I really need to start writing these as I watch them, but what can you do? I mean, besides be more timely. Anyway:
Seven Psychopaths (2012)
One thing is for sure - whoever markets Martin McDonagh's movies cannot grasp how to make them look good. Seven Psychopaths has the same problem as McDonagh's best-known film In Bruges: barring the juicy dialogue, it looks like yet another terrible post-Pulp Fiction Tarantino clone although if a movie came close to that precipice without falling over, it's Seven Psychopaths.
Overall I liked In Bruges better than Seven Psychopaths, although I liked how Seven Psychopaths throws a curveball at the audience. It's as if Adaptation had an affair with a superiorly written, grungy crime thriller and spawned a film that's as much about storytelling as it is about blurring the lines between reality and the actual story being told. In fact, Colin Farrell plays Martin McDonagh (or perhaps a stand-in for Martin McDonagh. Here it already gets fairly meta) trying to come up with his next screenplay, all the while getting involved with dognappers, killers, and, yeah, even a few psychopaths. If anything, it keeps you on your toes and is way more fun than that description implies.
The three main actors, Farrell, Sam Rockwell, and Christopher Walken in one of his best roles in years, are able to run with this writing in pretty amazing ways. Woody Harrelson is hilarious as a dog-obsessed mob boss, and even Tom Waits makes an appearance with a story of his own and a pretty great punchline. All in all, it is WAY better than the trailer makes it out to be, and it ends up being a lot more original and soulful than you would expect without getting too insider-basebally with the Hollywood screenwriting business of being in love with pithy dialogue and an original story.
Sleepwalk With Me (2012)
I should start by saying that I am in awe of stand-up comics. I know a lot of people would disagree with me here, some of whom write for this blog, but I feel like being a stand-up comic takes a very special set of skills. Maybe I am in awe because I feel like it's something I could never do. Maybe I am in awe because a stand-up comic lives and dies alone up there. They have to deal with the audience's reception all on their own and try to rework bits as they go along.
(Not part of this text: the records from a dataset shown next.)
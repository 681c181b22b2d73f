package server

import (
	"context"
	"errors"
	"fmt"
	"log/slog"
	"net/http"
	"strings"
	"time"

	"github.com/go-chi/chi/v5"

	"trialogue/arms"
	"trialogue/store"
)

// Console defaults.
const (
	// DefaultConsoleIdle is how long a console session may sit unused:
	// 30 minutes, within the range OWASP's Session Management Cheat Sheet
	// gives for applications handling sensitive data (from memory).
	DefaultConsoleIdle = 30 * time.Minute
	// consoleMaxAge ends a console session, however busy, after a working day.
	consoleMaxAge = 12 * time.Hour
	// DefaultConsoleRefresh is how often the live monitor asks for new counts.
	DefaultConsoleRefresh = 5 * time.Second
	// consoleMaxForm bounds a console form, in bytes.
	consoleMaxForm = 32 << 10
)

// consoleCautions are shown beside every study in the console: the
// console is where a study starts taking real people.
var consoleCautions = []string{
	"Field a study only with the approval of your ethics board (IRB), under the protocol it approved, and with the informed consent of every participant.",
	"Tell participants honestly that an AI model writes the replies, and debrief them afterwards as the protocol says.",
	"Transcripts are free text and can hold personal details: keep them, share them and delete them as your data-protection rules require.",
	"Use Trialogue only for an approved study: never to target real voters, patients or customers outside one.",
	"Local law and your board's judgement come first: Trialogue records what happened, it does not decide what is allowed.",
}

// consoleRoutes mounts the researcher console under /console. Every
// state-changing request must come from the console's own pages
// (net/http.CrossOriginProtection); pages are never framed and never cached.
func (s *Server) consoleRoutes(r chi.Router) {
	cop := http.NewCrossOriginProtection()
	cop.SetDenyHandler(http.HandlerFunc(func(w http.ResponseWriter, r *http.Request) {
		s.consoleFail(w, r, &Error{Status: http.StatusForbidden,
			Msg: "This request came from another site, so it was refused: the console accepts changes only from its own pages."})
	}))
	r.Use(consoleHeaders, cop.Handler)
	r.NotFound(func(w http.ResponseWriter, r *http.Request) {
		s.consoleFail(w, r, &Error{Status: http.StatusNotFound, Msg: "There is no such console page."})
	})
	r.MethodNotAllowed(func(w http.ResponseWriter, r *http.Request) {
		s.consoleFail(w, r, &Error{Status: http.StatusMethodNotAllowed, Msg: "This console address does not take that method."})
	})
	ca := newConsoleAnalysis(s)
	r.Get("/login", s.handleLoginPage)
	r.Post("/login", s.handleLogin)
	r.Group(func(r chi.Router) {
		r.Use(s.requireUser)
		r.Get("/", func(w http.ResponseWriter, r *http.Request) {
			http.Redirect(w, r, "/console/studies", http.StatusSeeOther)
		})
		r.Post("/logout", s.handleLogout)
		r.Get("/account", s.handleAccountPage)
		r.Post("/account", s.handleAccount)
		r.Get("/studies", s.handleStudies)
		r.Route("/studies/{study}", func(r chi.Router) {
			r.Use(s.withConsoleStudy)
			r.Get("/", s.handleStudy)
			r.Get("/monitor", s.handleMonitor)
			r.Get("/monitor.json", s.handleMonitorJSON)
			r.Get("/entries.svg", s.handleEntriesSVG)
			r.Get("/sessions", s.handleTranscripts)
			r.Get("/sessions/{session}", s.handleTranscript)
			r.Get("/export.zip", s.handleExport)
			// Analyses read only: viewers run them too.
			r.Get("/analysis", ca.handleAnalysisForm)
			r.Post("/analysis", ca.handleAnalysisRun)
			r.Get("/analysis/{result}", ca.handleAnalysisResult)
			r.Get("/analysis/{result}/effects.svg", ca.handleAnalysisSVG)
			r.Get("/analysis/{result}/effects.zip", ca.handleAnalysisZip)
			r.Get("/arms-map", ca.handleArmsMap)
			r.Get("/arms-map.svg", ca.handleArmsMapSVG)
			r.Group(func(r chi.Router) {
				r.Use(s.requireOwner)
				r.Post("/phase", s.handlePhase)
				r.Post("/ethics", s.handleEthics)
				r.Post("/sessions/{session}/review", s.handleReview)
			})
		})
	})
}

// consoleHeaders: console pages hold transcripts; they are never framed
// (CSP frame-ancestors 'none', and X-Frame-Options for older browsers,
// RFC 7034) and never stored by a cache (RFC 9111 section 5.2.2.5).
func consoleHeaders(next http.Handler) http.Handler {
	return http.HandlerFunc(func(w http.ResponseWriter, r *http.Request) {
		h := w.Header()
		h.Set("Content-Security-Policy", csp("'none'"))
		h.Set("X-Frame-Options", "DENY")
		h.Set("Cache-Control", "no-store")
		next.ServeHTTP(w, r)
	})
}

// consolePage is what every console page's layout needs.
type consolePage struct {
	Lang, Dir, PageTitle string
	User                 *store.User  // nil on the sign-in page
	Study                *studyHeader // the study the page is about, if any
	Section              string       // overview, monitor, sessions, analysis or arms-map
	Notice               string       // the outcome of the last action
}

// studyHeader names a study wherever the console shows one: with its phase.
type studyHeader struct {
	ID, Title, Phase string
	Version          int
}

// consoleStudy is the study a console request is about.
type consoleStudy struct {
	Def     *arms.Study
	Version store.StudyVersion // the newest version, or the one served
	State   store.StudyState
	Served  bool
}

func (cs *consoleStudy) header() *studyHeader {
	return &studyHeader{ID: cs.Def.ID, Title: cs.Def.Title, Phase: cs.State.Phase, Version: cs.Version.Version}
}

type consoleKey int

const (
	userKey consoleKey = iota
	studyKey
)

func consoleUser(ctx context.Context) *store.User {
	u, _ := ctx.Value(userKey).(*store.User)
	return u
}

func consoleStudyOf(ctx context.Context) *consoleStudy {
	cs, _ := ctx.Value(studyKey).(*consoleStudy)
	return cs
}

// page fills the layout's data for a request.
func (s *Server) page(r *http.Request, title, section string) consolePage {
	p := consolePage{Lang: "en", Dir: "ltr", PageTitle: title + " · Trialogue console", User: consoleUser(r.Context()), Section: section}
	if cs := consoleStudyOf(r.Context()); cs != nil {
		p.Study = cs.header()
	}
	p.Notice = notices[r.URL.Query().Get("done")]
	return p
}

// notices are the fixed texts shown after an action, named by ?done=, so
// that no text of the address reaches the page.
var notices = map[string]string{
	"phase":    "The phase was changed and the change logged in the study's chain.",
	"ethics":   "The ethics approval reference was saved and logged in the study's chain.",
	"review":   "The review decision was saved and logged in the study's chain.",
	"password": "Your new password is set.",
}

// withConsoleStudy resolves the study in the address: one being served, or
// one the database holds from an earlier run.
func (s *Server) withConsoleStudy(next http.Handler) http.Handler {
	return http.HandlerFunc(func(w http.ResponseWriter, r *http.Request) {
		cs, err := s.loadConsoleStudy(r.Context(), chi.URLParam(r, "study"))
		if err != nil {
			s.consoleFail(w, r, err)
			return
		}
		next.ServeHTTP(w, r.WithContext(context.WithValue(r.Context(), studyKey, cs)))
	})
}

func (s *Server) loadConsoleStudy(ctx context.Context, id string) (*consoleStudy, error) {
	state, err := s.store.State(ctx, id)
	if errors.Is(err, store.ErrNotFound) {
		return nil, &Error{Status: http.StatusNotFound, Msg: fmt.Sprintf("There is no study %q in this database.", id)}
	}
	if err != nil {
		return nil, err
	}
	cs := &consoleStudy{State: state}
	if st, ok := s.study(id); ok {
		cs.Def, cs.Version, cs.Served = st.Def, st.Version, true
		return cs, nil
	}
	if cs.Version, err = s.store.Study(ctx, id); err != nil {
		return nil, err
	}
	canonical, err := s.store.StudyCanonical(ctx, id, cs.Version.Version)
	if err != nil {
		return nil, err
	}
	if cs.Def, err = arms.FromCanonical(canonical); err != nil {
		return nil, fmt.Errorf("study %s version %d as stored: %w", id, cs.Version.Version, err)
	}
	return cs, nil
}

// consoleFail is the console's one error path, in the style of fail: the
// researcher sees a precise, safe message; internal causes go to the log
// with a reference code. Answers are JSON for the monitor's script and for
// clients that ask for it, a console page otherwise.
func (s *Server) consoleFail(w http.ResponseWriter, r *http.Request, err error) {
	e := consoleError(err)
	ref := reference()
	if e.Status >= 500 {
		s.log.Error("console request failed", slog.String("ref", ref), slog.String("route", routeOf(r)), slog.Any("err", e))
	}
	if consoleWantsJSON(r) {
		writeJSON(w, e.Status, map[string]string{"error": e.Msg, "reference": ref})
		return
	}
	page := consoleErrorPage{consolePage: s.page(r, "Error", ""), Status: e.Status, StatusText: http.StatusText(e.Status), Message: e.Msg, Reference: ref}
	if page.User == nil && e.Status == http.StatusForbidden {
		page.SignIn = true
	}
	s.renderConsole(w, r, e.Status, "console_error", page)
}

// consoleErrorPage is the data of the console's error page.
type consoleErrorPage struct {
	consolePage
	Status     int
	StatusText string
	Message    string
	Reference  string
	SignIn     bool // offer the sign-in page
}

// consoleError maps an error to its status and a message fit to show, with
// the statuses of RFC 9110 section 15.
func consoleError(err error) *Error {
	var e *Error
	var inv *store.InvalidError
	var pe *store.PhaseError
	var fe *store.FrozenError
	switch {
	case errors.As(err, &e):
		return e
	case errors.As(err, &inv):
		return &Error{Status: http.StatusUnprocessableEntity, Msg: inv.Msg, Err: err}
	case errors.As(err, &pe):
		return &Error{Status: http.StatusConflict, Msg: pe.Error(), Err: err}
	case errors.As(err, &fe):
		return &Error{Status: http.StatusConflict, Msg: fe.Error(), Err: err}
	case errors.Is(err, store.ErrConflict):
		return &Error{Status: http.StatusConflict, Msg: "Someone changed this study meanwhile: reload the page and try again.", Err: err}
	case errors.Is(err, store.ErrNotFound):
		return &Error{Status: http.StatusNotFound, Msg: "There is no such study or session.", Err: err}
	}
	return &Error{Status: http.StatusInternalServerError, Msg: "Something went wrong in Trialogue; the log has the details under the reference below.", Err: err}
}

// consoleWantsJSON reports whether a console answer should be JSON.
func consoleWantsJSON(r *http.Request) bool {
	return strings.HasSuffix(r.URL.Path, ".json") || strings.Contains(r.Header.Get("Accept"), "application/json")
}

// renderConsole renders a console page into a buffer, then writes it, so a
// template error becomes a clean error page.
func (s *Server) renderConsole(w http.ResponseWriter, r *http.Request, status int, name string, data any) {
	var b strings.Builder
	if err := s.assets.Render(&b, name, data); err != nil {
		if name == "console_error" {
			s.log.Error("render console error page", slog.Any("err", err))
			http.Error(w, http.StatusText(http.StatusInternalServerError), http.StatusInternalServerError)
			return
		}
		s.consoleFail(w, r, err)
		return
	}
	w.Header().Set("Content-Type", "text/html; charset=utf-8")
	w.WriteHeader(status)
	w.Write([]byte(b.String()))
}

// parseConsoleForm reads a bounded form body.
func parseConsoleForm(w http.ResponseWriter, r *http.Request) error {
	r.Body = http.MaxBytesReader(w, r.Body, consoleMaxForm)
	if err := r.ParseForm(); err != nil {
		var mbe *http.MaxBytesError
		if errors.As(err, &mbe) {
			return &Error{Status: http.StatusRequestEntityTooLarge, Msg: fmt.Sprintf("The form is larger than %d bytes.", consoleMaxForm), Err: err}
		}
		return &Error{Status: http.StatusBadRequest, Msg: "The form could not be read.", Err: err}
	}
	return nil
}

// handleStudies lists the studies in the database.
//
// GET /console/studies
func (s *Server) handleStudies(w http.ResponseWriter, r *http.Request) {
	states, err := s.store.States(r.Context())
	if err != nil {
		s.consoleFail(w, r, err)
		return
	}
	page := studiesPage{consolePage: s.page(r, "Studies", "")}
	for _, st := range states {
		cs, err := s.loadConsoleStudy(r.Context(), st.ID)
		if err != nil {
			s.consoleFail(w, r, err)
			return
		}
		page.Studies = append(page.Studies, studyRow{studyHeader: *cs.header(), Served: cs.Served, Hash: cs.Version.Hash})
	}
	s.renderConsole(w, r, http.StatusOK, "console_studies", page)
}

// studiesPage is the data of the study list.
type studiesPage struct {
	consolePage
	Studies []studyRow
}

type studyRow struct {
	studyHeader
	Served bool
	Hash   string
}

// fmtTime shows a time in the console: UTC, to the second.
func fmtTime(t time.Time) string {
	if t.IsZero() {
		return ""
	}
	return t.UTC().Format("2006-01-02 15:04:05 UTC")
}

// fmtStored shows a stored time string (store.TimeFormat) like fmtTime.
func fmtStored(v string) string {
	t, err := time.Parse(store.TimeFormat, v)
	if err != nil {
		return v
	}
	return fmtTime(t)
}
I guess it's why I am even more fascinated by movies about stand-up comics, like Funny People or the documentary, Comedian.
Sleepwalk With Me, Mike Birbiglia's comedy produced by Ira Glass, is about how a stand-up comic finds his voice, and what he gains and sacrifices to do it. People often forget that waaay before you become a Louis CK or a Chris Rock you have to travel around, solo usually, to shitty, small gigs, to college kids and drunks that DO NOT CARE about you. And you hopefully survive and figure out who you are and then things get rolling. Or you don't and you find something else to do to make a living. That's what this movie is about, those anxieties that come along with making it as a comic. It's Mike Birbiglia, so right off the bat it's very well written, equally funny and sad, but the test is whether or not you accept it as an art form. In the end, I really enjoyed how it makes the art form of comedy look as frustrating as it seems without ever trying it ourselves.
Children of the Corn (1984)
Yeah, I know. I can't believe I'd never seen this before either. This is one of those lessons in the vast difference between reality and how marketing affects what gets into your 8 year old mind. As an adult who loves horror movies now, growing up I was a HUGE scaredy cat who could hardly make it through the night in the dark which prompted my to censor horror movies that are now on my all-time favorite list. Back then one of my great thrills was to venture to the Horror section of a video store and look at the rows and rows of VHS boxes. I would look at the art and, if you remember, they would sometimes show a picture of a scene or two on the back. So there were a great many horror movies that I had built up in my head as being the scariest movies ever based solely on the packaging.
Then, of course, you grow up and you realize that it's all just bullshit.
Two cases in point just this week: last night I watched the original Friday The 13th. I had seen it before, but watching as an adult I can't believe how scared that VHS box used to make me.
And the same was true when I finally caught Children Of The Corn on Netflix Instant this week. Originally a Stephen King short story, it was all of about five pages long, a succinct and creepy story about kids who form a weird reverese biblical cult and kill all the adults in town. Little known fact - King tried to adapt it into a full-length feature film but was passed up. The thing is, there is a kernel of something interesting and scary here, but it all flies out the window in an ejector seat through a rich tapestry of BAD - bad acting, bad kid actors, and bad special effects. If anything, this movie was laughable. In one scene Peter Horton fights off some kids(!) and turns to run away and for no reason runs into a lamp post like he was Shemp or something. This could easily be ripe for a remake, but could they do that now after, what, seven sequels? (Seven sequels - Why!?)
Creepy killer kids, abandoned Midwest town, something lurking in the corn - a missed opportunity here, if only Stephen King adapted it to begin with.
-Kevin
i can't account for adults at the time, but watching children of the corn when i was a kid was absolutely terrifying
ReplyDeleteMan, I really waited too long to watch this movie! Watch it again and cleanse those childhood demons.